The bank which has its headquarters in Newcastle yesterday confirmed its much-anticipated intention to float on the London Stock Exchange, with the Treasury set to get £50m from the deal.

Staff at the bank will each get £1,000 worth of shares.

The decision to float means the bank will have handed over £1bn to the Government, with chief executive Jayne-Anne Gadhia saying the latest financial contribution means the taxpayer would not be losing out from its 2007 bail-out of Northern Rock.

The move comes just a few weeks after Virgin Money said underlying profits had jumped to £59.7m in the first half of the year, and Ms Gadhia said the transformation of the business was a testament to its staff in Newcastle.

“We had everybody together in Gosforth for the announcement and it was just great for everybody who has worked so hard to get us into this place,” she said.

Virgin Money, which acquired part of Northern Rock in 2011, said the move - expected to raise around £150m for the company - will support growth plans, provide access to more capital-raising options and improve its ability to recruit, retain and incentivise management and employees.

Ms Gadhia said: “These strengths give us the potential to deliver ongoing returns to our shareholders through both capital growth and progressive dividend payments.”

After it was nationalised, Northern Rock was split in two, with most troublesome parts remaining taxpayer-owned through UK Asset Resolution.

The National Audit Office’s review of the sale to Virgin Money found it was the best way to prevent more losses, but that taxpayers faced losses of at least £2bn from the continued state ownership of the rest of the troubled bank.

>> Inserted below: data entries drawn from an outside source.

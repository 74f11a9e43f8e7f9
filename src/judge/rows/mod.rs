//! Rows: the problem evaluated on 1024 inputs at a time, by the judge's own reading.
//!
//! [`count`] tries every bit string and counts the solutions; [`truth`] gives the whole truth table. The audit takes
//! rows block by block. All of it is one thing: a tape of row operations, swept over the blocks of inputs in order, in
//! which operations that depend on slowly changing bits run seldom, and blocks that a slow requirement empties are
//! skipped together.

pub(crate) mod lanes;
pub(crate) mod sweep;
pub(crate) mod tape;

use std::sync::Mutex;
use std::sync::atomic::{AtomicBool, AtomicU64, Ordering};

use crate::budget::Budget;
use crate::id::Id;
use crate::judge::reading::read;
use crate::problem::{BitId, Bits, Problem};
use lanes::{LANE_BITS, LANES, Row, WORDS};
use sweep::Sweep;
use tape::Tape;

/// The most bits that a sweep takes: the number of blocks must leave room in a word.
pub const MAX_BITS: usize = 62;
/// Blocks are handed to the threads in at most this many runs, each beginning at a multiple of its size.
const RUNS: u64 = 256;
/// Evaluated blocks between two looks at the budget: some milliseconds of work for large problems.
const BLOCKS_A_LOOK: u64 = 1 << 12;

/// What a sweep over all bit strings found.
#[derive(Clone, PartialEq, Eq, Debug)]
pub struct SweepCount {
    /// How many solutions there are.
    pub count: u64,
    /// The first of them as numbers, bit 0 of the problem the lowest, in increasing order.
    pub solutions: Vec<Bits>,
    /// Whether `solutions` has all of them.
    pub complete: bool,
}

/// The tape of a problem in which bit `searched[i]` is bit `i` of the number of an input.
pub(crate) fn tape(problem: &Problem, searched: &[BitId]) -> Tape {
    let mut places = vec![0; problem.bit_count()];
    searched.iter().enumerate().for_each(|(place, bit)| places[bit.index()] = place);
    Tape::new(problem, &read(problem), &places)
}

/// Counts the solutions by trying every bit string, keeping the first `keep` of them. `None` where the budget ran out,
/// and for more than [`MAX_BITS`] bits.
pub fn count(problem: &Problem, threads: usize, keep: usize, budget: &Budget) -> Option<SweepCount> {
    let bits = problem.bit_count();
    if bits > MAX_BITS {
        return None;
    }
    let tape = tape(problem, &problem.bits().collect::<Vec<_>>());
    let blocks = 1u64 << bits.saturating_sub(LANE_BITS);
    let runs = RUNS.min(blocks);
    let counter = Counter {
        tape: &tape,
        run_len: blocks / runs,
        runs,
        lanes: Row::first_lanes(LANES.min(1 << bits)),
        next: AtomicU64::new(0),
        is_full: AtomicBool::new(keep == 0),
        found: Mutex::new(Found { keep, count: 0, numbers: Vec::new(), merged: 0, waiting: Vec::new() }),
        budget,
    };
    let threads = threads.clamp(1, runs as usize);
    std::thread::scope(|scope| {
        (1..threads).for_each(|_| drop(scope.spawn(|| counter.work())));
        counter.work();
    });
    let found = counter.found.into_inner().expect("no thread panicked");
    (found.merged == runs).then(|| SweepCount {
        count: found.count,
        complete: found.numbers.len() as u64 == found.count,
        solutions: found.numbers.iter().map(|&number| Bits::from_number(number.into(), bits)).collect(),
    })
}

struct Counter<'a> {
    tape: &'a Tape,
    run_len: u64,
    runs: u64,
    /// The lanes that are inputs.
    lanes: Row,
    next: AtomicU64,
    /// Whether enough solutions are kept already.
    is_full: AtomicBool,
    found: Mutex<Found>,
    budget: &'a Budget,
}

/// The runs merged so far, in order, and those that wait for one before them.
struct Found {
    keep: usize,
    count: u64,
    numbers: Vec<u64>,
    merged: u64,
    waiting: Vec<(u64, u64, Vec<u64>)>,
}

impl Counter<'_> {
    fn work(&self) {
        let mut sweep = Sweep::new(self.tape);
        loop {
            let run = self.next.fetch_add(1, Ordering::Relaxed);
            if run >= self.runs {
                return;
            }
            let Some((count, numbers)) = self.run(&mut sweep, run) else { return };
            let mut found = self.found.lock().expect("no thread panicked");
            found.add(run, count, numbers);
            if found.numbers.len() >= found.keep {
                self.is_full.store(true, Ordering::Relaxed);
            }
            self.budget.report("sweep", found.merged, Some(self.runs));
        }
    }

    fn run(&self, sweep: &mut Sweep, run: u64) -> Option<(u64, Vec<u64>)> {
        let keep = if self.is_full.load(Ordering::Relaxed) { 0 } else { self.found.lock().expect("no panic").keep };
        let (mut count, mut numbers) = (0, Vec::new());
        let (mut block, end) = (run * self.run_len, (run + 1) * self.run_len);
        let mut steps: u64 = 0;
        while block < end {
            if steps.is_multiple_of(BLOCKS_A_LOOK) && self.budget.spent() {
                return None;
            }
            steps += 1;
            match sweep.block(block) {
                Some(row) => {
                    let row = *row & self.lanes;
                    count += row.count();
                    if numbers.len() < keep {
                        let room = keep - numbers.len();
                        numbers.extend(row.lanes().take(room).map(|lane| block * LANES + lane));
                    }
                    block += 1;
                }
                None => block = sweep.dead_until(block),
            }
        }
        Some((count, numbers))
    }
}

impl Found {
    fn add(&mut self, run: u64, count: u64, numbers: Vec<u64>) {
        self.waiting.push((run, count, numbers));
        while let Some(at) = self.waiting.iter().position(|(run, ..)| *run == self.merged) {
            let (_, count, numbers) = self.waiting.swap_remove(at);
            self.count += count;
            let room = self.keep - self.numbers.len();
            self.numbers.extend(numbers.into_iter().take(room));
            self.merged += 1;
        }
    }
}

/// The truth table over a search register: bit `x` of the table (bit `x % 64` of word `x / 64`) says whether the value
/// `x` of the register is a solution, bit `i` of `x` being the problem's bit `searched[i]`. Every bit of the problem is
/// searched. The table has `2^n` bits: this is for up to some 24 of them.
pub fn truth(problem: &Problem, searched: &[BitId]) -> Vec<u64> {
    assert_eq!(searched.len(), problem.bit_count(), "every bit is searched");
    let tape = tape(problem, searched);
    let mut sweep = Sweep::new(&tape);
    let inputs = 1u64 << searched.len();
    let mut table = vec![0; inputs.div_ceil(64) as usize];
    let lanes = Row::first_lanes(LANES.min(inputs));
    for (block, words) in table.chunks_mut(WORDS).enumerate() {
        if let Some(row) = sweep.block(block as u64) {
            let row = *row & lanes;
            words.copy_from_slice(&row.0[..words.len()]);
        }
    }
    table
}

Since the acquisition, Virgin Money has increased mortgage balances from £14.1bn to £20.3bn, while deposit balances have increased from £16.3bn to £21.1bn.

The company, which has 2.8m customers and 75 stores, has also acquired £1bn of credit cards from MBNA and recently launched its first personal current account. In the current financial year, it reported an underlying profit of £59.7m, compared to £53.4m in 2013.

Outgoing chairman David Clementi said: “I am pleased we reached the point where Virgin Money is ready to start life as a listed company.

“The company has an extremely positive future and I am delighted the business is in such a good position.”